/**
 * The tail rule of ∫_{kEnd}^∞ Q(k) / k^2 dk = ∫_0^{1/kEnd} Q(1/t) dt: three geometric panels in t
 * down to 1 / (64 kEnd), Gauss-Legendre nodes as k^2 with their weights, and kFar = 64 kEnd, beyond
 * which the power law Q ∝ k^-3 of the spectrum's tail gives Q(k_far) / (4 k_far) (that part is
 * ~(1/64)^4 of the whole).
 */
function tailRule(kEnd: number): { k2: number[]; w: number[]; kFar: number } {
  const gl = gaussLegendre(POINTS);
  const k2: number[] = [];
  const w: number[] = [];
  let tHi = 1 / kEnd;
  for (let j = 0; j < 3; j++) {
    const tLo = tHi / 4;
    const c = 0.5 * (tHi + tLo);
    const half = 0.5 * (tHi - tLo);
    for (let i = 0; i < POINTS; i++) {
      k2.push((1 / (c + half * gl.x[i]!)) ** 2);
      w.push(gl.w[i]! * half);
    }
    tHi = tLo;
  }
  return { k2, w, kFar: 1 / tHi };
}

/** ∫_{kEnd}^∞ Q(k) / k^2 dk on tailRule(kEnd). */
function beyond(node: TransverseNode, kEnd: number): number {
  const { k2, w, kFar } = tailRule(kEnd);
  let s = 0;
  for (let i = 0; i < k2.length; i++) s += w[i]! * node.at(k2[i]!);
  return s + node.at(kFar * kFar) / (4 * kFar);
}

/** The k^2 at which beyond(node, kEnd) looks Q up, in its order. */
function beyondPoints(kEnd: number): number[] {
  const { k2, kFar } = tailRule(kEnd);
  k2.push(kFar * kFar);
  return k2;
}

/** Panels per chunk of the pass over the rule. */
const CHUNK_PANELS = 64;

/**
 * Fills M_g,ij for the asked entries (`asked`: per pair i <= j, the nodes g it lacks): one pass
 * over the k_z rule in chunks of panels, the slices' factors e_i = sinc(k L_i / 2) e^{i k c_i}
 * of a chunk made first, on the uniform panels by the recurrence e^{i (k + width) c} =
 * e^{i k c} e^{i width c} from each panel's Gauss-Legendre offsets.
 */
function sumPairs(
  power: LinearPower,
  t: FieldTables,
  lo: Float64Array,
  hi: Float64Array,
  entry: SlicesEntry,
  asked: { i: number; j: number; nodes: number[] }[],
): void {
  // (the loops are functions of their own: V8 compiled this function whole, with them inlined,
  // once a plan had called it for a few areas; what depends on the slices alone is made once)
  const n = lo.length;
  const pass = (entry.pass ??= slicesPass(t, lo, hi));
  const { rule, nq, kEnd, cells, factors: f } = pass;
  // each node's weights u_q Q(k_q; w_g) over the rule, and its tail
  const gOf = new Map<number, NodeSums>();
  for (const a of asked)
    for (const g of a.nodes) {
      if (gOf.has(g)) continue;
      const node = transverseNode(power, t, g);
      node.prepare(cells);
      gOf.set(g, { gq: nodeWeights(node, rule, nq), tail: beyond(node, kEnd) });
    }
  const acc = asked.map((a) => new Float64Array(a.nodes.length));
  const gqs = asked.map((a) => a.nodes.map((g) => gOf.get(g)!.gq));
  f.reset();
  accumulate(asked, gqs, acc, f.headRe, f.headIm, rule.k.length, 0, rule.k.length);
  for (let p0 = 0; p0 < rule.panels; p0 += CHUNK_PANELS) {
    const np = Math.min(CHUNK_PANELS, rule.panels - p0);
    for (let i = 0; i < n; i++) f.panels(i, p0, np);
    accumulate(asked, gqs, acc, f.re, f.im, f.chunk, rule.k.length + rule.x.length * p0, rule.x.length * np);
  }
  storePairs(lo, hi, entry.sums, asked, acc, gOf);
}
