/** Cosmic-variance physics: growth, linear power, haloes, box windows and the slice glue. */
export { linearGrowth, createGrowth, carrollPressTurnerGrowth } from './growth.js';
export {
  createLinearPower,
  criticalDensityMsunMpc3,
  eisensteinHuFull,
  eisensteinHuNoWiggle,
  eisensteinHuParameters,
  topHatWindow,
  type LinearPower,
  type LinearPowerOptions,
  type TransferForm,
} from './power-spectrum.js';
export {
  createHaloModel,
  shethTormenBias,
  shethTormenMultiplicity,
  DELTA_C,
  SHETH_TORMEN,
  MATCH_MASS_MIN_MSUN,
  MATCH_MASS_MAX_MSUN,
  type HaloMatch,
  type HaloModel,
} from './haloes.js';
export { boxSigma, boxSigmaReference, sphereSigma, equalVolumeRadiusMpc, sincSquaredRule } from './window.js';
export {
  sliceUncertainty,
  sliceMatterSigma,
  fieldBoxSidesMpc,
  type SliceGeometry,
  type SliceUncertainty,
  type SliceUncertaintyInput,
} from './cosmic-variance.js';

============================================================

Go through the data above line by line, count those that contain the string "kFar", and reply with the count only.

7